Ice nuclei are rare particles in the atmosphere that can cause cloud droplets to freeze and form ice crystals. Each individual droplet of water in a cloud can exist as liquid or ice, and liquid droplets can remain unfrozen down to extremely low temperatures—as low as -40°C if the water is very pure. However, if a supercooled liquid droplet encounters an ice nucleating particle, it freezes. Instantly.
But how on earth can fires freeze clouds?
It turns out that some smoke particles from burning wood and grasses—biomass burning aerosols—can act as ice nuclei in the atmosphere. When these smoke particles collide with the surfaces of supercooled water droplets, a small fraction of the particles that are ice nuclei cause the droplets to instantaneously freeze and form ice crystals in the sky. These ice crystals grow quickly by sucking up water from any remaining liquid droplets. This is why frozen clouds are the main source of precipitation over land—glaciating a cloud is the best way to cause the cloud’s particles to grow so large that they fall back to Earth as rain and snow.
“Biomass burning aerosol, or wood smoke, is a complex mixture of soot particles, organic carbon, and inorganic salt components,” explains Ryan Sullivan, assistant professor of Mechanical Engineering and Chemistry. “We know that when you burn some fuels very hot, like certain tall grasses, they emit a large number of ice nuclei. We also know that biomass burning aerosol undergoes a lot of chemical reactions as the dense smoke is mixing and diluting with background air. So the biomass smoke particles’ chemistry is rapidly evolving, but we don’t know how that chemical evolution of the particles in the wood smoke changes their ice nucleation properties.”

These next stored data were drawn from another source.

/** A draft ready to answer: cells with their outputs as stored JSON text, serialised on the way out. */
export interface DraftDoc {
  meta: Omit<Draft, 'cells'>;
  cells: { cell: Omit<DraftCell, 'output' | 'lastGoodOutput'>; output: CachedOutput | null; lastGoodOutput: CachedOutput | null }[];
}

/**
 * Cells as a JSON array, their outputs spliced in as they are held, without parsing them again: an
 * output held as bytes (just computed) as those bytes, so it is never decoded or encoded again, one
 * held as text as that text; the pieces are handed to `piece` in order.
 */
function writeCells(cells: DraftDoc['cells'], piece: (part: string | Buffer) => void): void {
  const output = (o: CachedOutput | null) => piece(o === null ? 'null' : (o.bytes ?? o.json));
  cells.forEach(({ cell, output: last, lastGoodOutput }, i) => {
    piece(`${i ? ',' : '['}${JSON.stringify(cell).slice(0, -1)},"output":`);
    output(last);
    piece(',"lastGoodOutput":');
    output(lastGoodOutput);
    piece('}');
  });
  piece(cells.length ? ']' : '[]');
}

/**
 * JSON put together from text and outputs, as UTF-8 bytes: the text between outputs is gathered and
 * encoded once per stretch; an output held as bytes goes in as those bytes, never decoded.
 */
function jsonBytes(write: (piece: (part: string | Buffer) => void) => void): Buffer {
  const parts: Buffer[] = [];
  let text = '';
  write((part) => {
    if (typeof part === 'string') return void (text += part);
    if (text) parts.push(Buffer.from(text));
    parts.push(part);
    text = '';
  });
  if (text) parts.push(Buffer.from(text));
  return Buffer.concat(parts);
}

/**
 * The draft as UTF-8 JSON, outputs spliced in without parsing them again (those held as bytes as
 * their bytes: a save's answer no longer decodes the analysis it holds into a string).
 */
export function draftBytes(doc: DraftDoc): Buffer {
  return jsonBytes((piece) => {
    piece('{"cells":');
    writeCells(doc.cells, piece);
    piece(`,${JSON.stringify(doc.meta).slice(1)}`);
  });
}

/**
 * What a run computed at once answers (RunResponse): what ran, and only the cells whose recorded
 * outputs the run changed, as the draft now holds them; every other cell is as the client has it.
 */
export interface RunDoc {
  meta: Pick<Draft, 'branchId' | 'studyId' | 'revision'>;
  cells: DraftDoc['cells'];
  ran: CellRunReport[];
}

/** A run's answer as UTF-8 bytes: the outputs it has just computed go in as the bytes the engine made. */
export function runBytes(doc: RunDoc): Buffer {
  return jsonBytes((piece) => {
    piece('{"cells":');
    writeCells(doc.cells, piece);
    piece(`,${JSON.stringify({ ...doc.meta, ran: doc.ran }).slice(1)}`);
  });
}

/** The draft as an object; with `only`, just that cell (the others are left out). */
export function draftObject(doc: DraftDoc, only?: string): Draft {
  const parse = (o: CachedOutput | null) => (o ? (JSON.parse(o.json) as CellOutput) : null);
  const cells = only === undefined ? doc.cells : doc.cells.filter((c) => c.cell.cellId === only);
  return { ...doc.meta, cells: cells.map(({ cell, output, lastGoodOutput }) => ({ ...cell, output: parse(output), lastGoodOutput: parse(lastGoodOutput) })) };
}

/** The branch's draft row, created empty if the branch has none yet (a branch made before drafts existed). */
async function draftRow(tx: Tx, branchId: string, lock: boolean): Promise<DraftRow> {
  const [row] = lock ? await tx.select().from(drafts).where(eq(drafts.branchId, branchId)).for('update') : await draftQuery(tx).execute({ branchId });
  if (row) return row;
  await tx.insert(drafts).values({ branchId }).onConflictDoNothing();
  return draftRow(tx, branchId, lock);
}

/** Reading a draft, built once per database handle and prepared by name: every notebook answer reads one. */
function draftQuery(tx: Tx) {
  let query = draftQueries.get(tx);
  if (!query) draftQueries.set(tx, (query = buildDraftQuery(tx)));
  return query;
}
const buildDraftQuery = (tx: Tx) => tx.select().from(drafts).where(eq(drafts.branchId, sql.placeholder('branchId'))).prepare('draft_row');
const draftQueries = new WeakMap<Tx, ReturnType<typeof buildDraftQuery>>();

function runStateOf(plan: CellPlan, last: CachedOutput | undefined): RunState {
  if (!last) return 'idle';
  if (plan.key !== null && last.key === plan.key) return last.status === 'ok' ? 'current' : 'failed';
  return 'outdated';
}

/** One cell as the client sees it, from its plan and the outputs its keys name. */
function cellView(cell: StoredCell, plan: CellPlan, found: ReadonlyMap<string, CachedOutput>): DraftDoc['cells'][number] {
  const last = cell.lastOutputKey ? found.get(cell.lastOutputKey) : undefined;
  const good = last?.status === 'error' && cell.lastGoodOutputKey ? found.get(cell.lastGoodOutputKey) : undefined;
  return {
    cell: {
      cellId: cell.cellId,
      kind: cell.kind as CellKind,
      title: cell.title,
      collapsed: cell.collapsed,
      inputs: cell.inputs,
      runState: runStateOf(plan, last),
      problems: plan.problems,
    },
    output: last ?? null,
    lastGoodOutput: good ?? null,
  };
}
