/// Runs `tamis held`.
pub fn run(args: &HeldArgs) -> anyhow::Result<u8> {
    let (config, store) = args.store.open()?;
    let format = args.store.format;
    match &args.command {
        HeldCommand::List(a) => list(&store, a, format),
        HeldCommand::Show(a) => show(&store, &config, a, format),
        HeldCommand::Release(a) => release(&store, &config, a, format),
        HeldCommand::Delete(a) => delete(&store, a, format),
        HeldCommand::Purge(a) => purge(&store, a, format),
        HeldCommand::Unclaim(a) => unclaim(&store, a, format),
    }
}

// --- list ----------------------------------------------------------------------------

/// A held message in JSON.
#[derive(Serialize)]
struct HeldOut<'a> {
    verdict_id: &'a str,
    held_at: Time,
    expires_at: Time,
    state: HeldState,
    sender: &'a str,
    recipients: &'a [String],
    size: u64,
    stored_size: u64,
    margin: Option<f64>,
    probability: Option<f64>,
    model: &'a str,
    domains: Vec<DomainOut<'a>>,
    reasons: &'a [String],
}

#[derive(Serialize)]
struct DomainOut<'a> {
    domain: &'a str,
    recipients: u32,
    action: &'static str,
    enforced: &'static str,
}

impl<'a> HeldOut<'a> {
    fn of(s: &'a HeldSummary) -> HeldOut<'a> {
        HeldOut {
            verdict_id: &s.entry.verdict_id,
            held_at: Time::of(s.held_at),
            expires_at: Time::of(s.expires_at),
            state: s.state,
            sender: &s.sender,
            recipients: &s.recipients,
            size: s.size,
            stored_size: s.stored_size,
            margin: s.entry.margin,
            probability: s.entry.probability,
            model: &s.entry.model,
            domains: s
                .entry
                .outcomes
                .iter()
                .map(|o| DomainOut {
                    domain: &o.domain,
                    recipients: o.recipients,
                    action: o.action.as_str(),
                    enforced: o.enforced.as_str(),
                })
                .collect(),
            reasons: &s.entry.reasons,
        }
    }
}
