/// One message of an audit sample.
#[derive(Debug, Clone, PartialEq, Serialize)]
pub struct AuditItem {
    /// The held message.
    pub held: HeldSummary,
    /// The latest audit report on it for this domain, if it has been reviewed.
    pub reviewed: Option<ReportKind>,
}

/// A report as the daemon's metrics count it: what it says, who said it, and the
/// outcome of each recipient domain of its verdict that it applies to.
#[derive(Debug, Clone, PartialEq)]
pub struct ReportTally {
    /// The store's number for the report; numbers only grow.
    pub id: i64,
    /// Junk or not junk.
    pub kind: ReportKind,
    /// Who.
    pub source: ReportSource,
    /// Whether it counts as evidence.
    pub status: ReportStatus,
    /// For a matched report, the outcome of each recipient domain it applies to (the
    /// reporter's domain, or every domain of the verdict for a report naming none), in the
    /// verdict's order; empty for an unmatched report or one whose verdict was purged.
    pub outcomes: Vec<DomainOutcome>,
}

/// Serialises an action by its protocol name.
pub(crate) fn action_name<S: Serializer>(
    action: &Action,
    serializer: S,
) -> Result<S::Ok, S::Error> {
    serializer.serialize_str(action.as_str())
}

#[cfg(test)]
mod tests {
    use super::*;

    #[test]
    fn grouping_drops_local_parts_and_counts_recipients() {
        let outcomes = DomainOutcome::group([
            ("alice@Example.ORG", Action::Tag, Action::Quarantine),
            ("postmaster", Action::Accept, Action::Accept),
            ("bob@example.org.", Action::Tag, Action::Quarantine),
        ]);
        assert_eq!(outcomes.len(), 2);
        assert_eq!(outcomes[0].domain, "example.org");
        assert_eq!(outcomes[0].recipients, 2);
        assert_eq!(outcomes[0].enforced, Action::Quarantine);
        assert_eq!(outcomes[1].domain, "");
        let text = format!("{outcomes:?}");
        assert!(!text.contains("alice") && !text.contains("bob"), "{text}");
    }

    #[test]
    fn message_keys_ignore_brackets_but_not_case() {
        assert_eq!(
            MessageKey::of("<a1@mail.test>"),
            MessageKey::of(" a1@mail.test ")
        );
        assert_ne!(
            MessageKey::of("<A1@mail.test>"),
            MessageKey::of("<a1@mail.test>")
        );
        assert_eq!(MessageKey::of(" <> "), None);
    }
}
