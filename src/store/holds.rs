//! The hold writer: commits the holds of many sessions together, one flush to disk for
//! all the holds that arrived while the previous flush ran ("group commit").
//!
//! A hold must be on disk before its `quarantine` verdict is sent, and a flush costs
//! milliseconds whatever it carries; one flush per message would make holds queue behind
//! each other under load. Here a caller hands its hold over and waits; a thread of its own
//! takes every hold waiting, writes them with [`Store::hold_all`] in one transaction, and
//! answers each caller with its own outcome.
//!
//! Invariants: [`HoldWriter::hold`] returns only once its message is committed and
//! flushed, or with the error that kept it from being so; every hold handed over before
//! [`HoldWriter::close`] gets an answer; a batch never holds more than
//! [`HoldSettings::max_batch`] messages nor, past its first, more than
//! [`HoldSettings::max_bytes`] bytes.

use std::sync::mpsc::{Receiver, SyncSender, TryRecvError, channel, sync_channel};
use std::sync::{Arc, Mutex, PoisonError};
use std::thread::JoinHandle;

use super::{Hold, HoldOutcome, JournalEntry, Store, StoreError};

/// How the writer batches.
#[derive(Debug, Clone, PartialEq)]
pub struct HoldSettings {
    /// Most messages per transaction.
    pub max_batch: usize,
    /// Most message bytes per transaction, past its first message.
    pub max_bytes: usize,
}

impl Default for HoldSettings {
    /// 64 messages or 32 MiB.
    fn default() -> HoldSettings {
        HoldSettings {
            max_batch: 64,
            max_bytes: 32 << 20,
        }
    }
}

/// One message to hold, owned, as a session hands it over.
#[derive(Debug)]
pub struct HoldRequest {
    /// Its journal entry.
    pub entry: JournalEntry,
    /// The envelope sender.
    pub sender: String,
    /// The recipients whose copy is held.
    pub recipients: Vec<String>,
    /// The whole message.
    pub message: Vec<u8>,
}

struct Waiting {
    request: HoldRequest,
    answer: SyncSender<Result<HoldOutcome, StoreError>>,
}

/// Commits holds in groups on a thread of its own.
pub struct HoldWriter {
    sender: Mutex<Option<std::sync::mpsc::Sender<Waiting>>>,
    thread: Mutex<Option<JoinHandle<()>>>,
    store: Arc<dyn Store>,
}

impl std::fmt::Debug for HoldWriter {
    fn fmt(&self, f: &mut std::fmt::Formatter<'_>) -> std::fmt::Result {
        f.debug_struct("HoldWriter").finish_non_exhaustive()
    }
}

impl HoldWriter {
    /// Starts the writer thread.
    ///
    /// # Errors
    /// When the thread cannot be started.
    pub fn start(store: Arc<dyn Store>, settings: HoldSettings) -> std::io::Result<HoldWriter> {
        let (sender, receiver) = channel();
        let thread = {
            let store = Arc::clone(&store);
            std::thread::Builder::new()
                .name("tamis-holds".to_string())
                .spawn(move || run(&*store, &settings, &receiver))?
        };
        Ok(HoldWriter {
            sender: Mutex::new(Some(sender)),
            thread: Mutex::new(Some(thread)),
            store,
        })
    }

    /// Hands a hold over and waits until it is committed and flushed, or refused.
    /// Blocking: call from a blocking thread.
    pub fn hold(&self, request: HoldRequest) -> Result<HoldOutcome, StoreError> {
        let (answer, wait) = sync_channel(1);
        let sent = self
            .sender
            .lock()
            .unwrap_or_else(PoisonError::into_inner)
            .as_ref()
            .map(|s| s.send(Waiting { request, answer }).is_ok())
            .unwrap_or(false);
        if !sent {
            return Err(self.stopped());
        }
        wait.recv().unwrap_or_else(|_| Err(self.stopped()))
    }

    fn stopped(&self) -> StoreError {
        StoreError::Io {
            path: self.store.location().to_path_buf(),
            operation: "hold a message",
            detail: "the hold writer has stopped (the daemon is stopping)".to_string(),
        }
    }

    /// Answers every hold handed over, then stops the thread; returns once it is done.
    pub fn close(&self) {
        drop(
            self.sender
                .lock()
                .unwrap_or_else(PoisonError::into_inner)
                .take(),
        );
        let thread = self
            .thread
            .lock()
            .unwrap_or_else(PoisonError::into_inner)
            .take();
        if let Some(thread) = thread {
            // A panic on the writer thread has been reported by the panic hook; its
            // callers got an error when their answer channel closed.
            let _ = thread.join();
        }
    }
}

impl Drop for HoldWriter {
    fn drop(&mut self) {
        self.close();
    }
}

fn run(store: &dyn Store, settings: &HoldSettings, receiver: &Receiver<Waiting>) {
    let max_batch = settings.max_batch.max(1);
    let mut batch: Vec<Waiting> = Vec::with_capacity(max_batch);
    loop {
        match receiver.recv() {
            Ok(first) => batch.push(first),
            Err(_) => return,
        }
        // Everything that queued up meanwhile goes into the same commit.
        let mut bytes = 0usize;
        while batch.len() < max_batch && bytes < settings.max_bytes {
            match receiver.try_recv() {
                Ok(next) => {
                    bytes = bytes.saturating_add(next.request.message.len());
                    batch.push(next);
                }
                Err(TryRecvError::Empty | TryRecvError::Disconnected) => break,
            }
        }
        let holds: Vec<Hold<'_>> = batch
            .iter()
            .map(|w| Hold {
                sender: &w.request.sender,
                recipients: &w.request.recipients,
                message: &w.request.message,
            })
            .collect();
        let items: Vec<(&JournalEntry, &Hold<'_>)> = batch
            .iter()
            .zip(&holds)
            .map(|(w, h)| (&w.request.entry, h))
            .collect();
        let results = store.hold_all(&items);
        drop(items);
        drop(holds);
        for (waiting, result) in batch.drain(..).zip(results) {
            // A caller that gave up waiting is gone; nothing to tell it.
            let _ = waiting.answer.send(result);
        }
    }
}

#[cfg(test)]
mod tests {
    use super::*;
    use crate::policy::Action;
    use crate::store::{DomainOutcome, SqliteStore, StoreOptions};

    fn request(id: &str, body: &str) -> HoldRequest {
        HoldRequest {
            entry: JournalEntry {
                verdict_id: id.to_string(),
                at: crate::store::record::now(),
                model: "test".to_string(),
                margin: Some(1.5),
                probability: None,
                outcomes: DomainOutcome::group([(
                    "bob@hold.test",
                    Action::Quarantine,
                    Action::Quarantine,
                )]),
                size: body.len() as u64,
                sender_domain: None,
                reasons: Vec::new(),
                scanned: true,
                subject: None,
                message_key: None,
            },
            sender: "alice@example.org".to_string(),
            recipients: vec!["bob@hold.test".to_string()],
            message: format!("Subject: x\r\n\r\n{body}\r\n").into_bytes(),
        }
    }

    #[test]
    fn concurrent_holds_are_all_kept_once_and_a_bad_one_costs_only_itself() {
        let dir = tempfile::tempdir().expect("temp dir");
        let path = dir.path().join("store.sqlite");
        let store: Arc<dyn Store> =
            Arc::new(SqliteStore::open(&path, StoreOptions::default()).expect("open"));
        let writer = Arc::new(
            HoldWriter::start(Arc::clone(&store), HoldSettings::default()).expect("start"),
        );
        let threads: Vec<_> = (0..32)
            .map(|i| {
                let writer = Arc::clone(&writer);
                std::thread::spawn(move || {
                    let mut r = request(&format!("V{i:02}"), &format!("message {}", i % 16));
                    if i == 5 {
                        // No recipient to hold for: refused as invalid.
                        r.recipients.clear();
                    }
                    (i, writer.hold(r))
                })
            })
            .collect();
        let mut held = 0;
        let mut again = 0;
        for t in threads {
            let (i, result) = t.join().expect("thread");
            match result {
                Ok(HoldOutcome::Held) => held += 1,
                Ok(HoldOutcome::AlreadyHeld { verdict_id }) => {
                    again += 1;
                    assert_ne!(verdict_id, format!("V{i:02}"));
                }
                Err(StoreError::Invalid { .. }) => assert_eq!(i, 5),
                Err(e) => panic!("{i}: {e}"),
            }
        }
        // 16 distinct messages, each sent twice; one copy of message 5 was refused.
        assert_eq!((held, again), (16, 15));
        assert_eq!(store.held_totals().expect("totals").messages, 16);
        writer.close();
        let late = writer.hold(request("LATE", "late"));
        assert!(matches!(late, Err(StoreError::Io { .. })), "{late:?}");
    }
}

Figuring out on the molecular scale how individual ice crystals form is a tricky process, however—especially when you’re flying through the clouds, trying to take accurate particle property measurements while your turbulent airplane is being violently bombarded with ice (as Sullivan has, of course, done). Now, though, Sullivan’s research is more convenient—his research lab has designed several instruments and controlled environments in which to study ice nucleating mechanisms on individual particles.
Gaining Some Control Over Climate Change
“We have developed ‘aerosol optical tweezers,’” says Sullivan, “a device that allows us to trap a single droplet in a bright green laser beam and hold it stably for hours, allowing us to watch how the droplet evolves or responds to changes in its gas phase environment or while being bombarded with potential ice nuclei. The trapping laser also induces the droplet’s Raman vibrational spectrum which tells us, every second, the size and composition of the droplet, and when a particle collides with it, if it then freezes.”
Sullivan observes changes in the particle like, for example, what happens if the humidity around the droplet is changed, or what products form when the particle is exposed to air pollutants such as ozone. Sullivan and his group have even successfully engineered the device to trap supercooled droplets at subzero temperatures—a first in his field.
But why would measuring this change in a particle’s properties be important? Well, the short answer is that as clouds shift in their ratio of liquid particles to ice particles, they have a surprisingly large influence on the global energy balance and temperature of our planet.
“Liquid clouds reflect incoming solar radiation or sunlight, so they have a net cooling effect on the planet, but ice crystals actually trap outgoing infrared radiation so they have a net warming effect,” Sullivan explains.
So, if smoke contains ice nuclei, then one can imagine the impacts of industrial air pollutants or wildfires on the proportion of ice in the clouds—if the proportion of ice crystals in the clouds increases, so does global warming.
But that understanding goes both ways. If we can learn how to change the abundance of ice nuclei in the atmosphere, some say we could influence the ratio of ice to liquid in clouds, thereby gaining some control over climate change.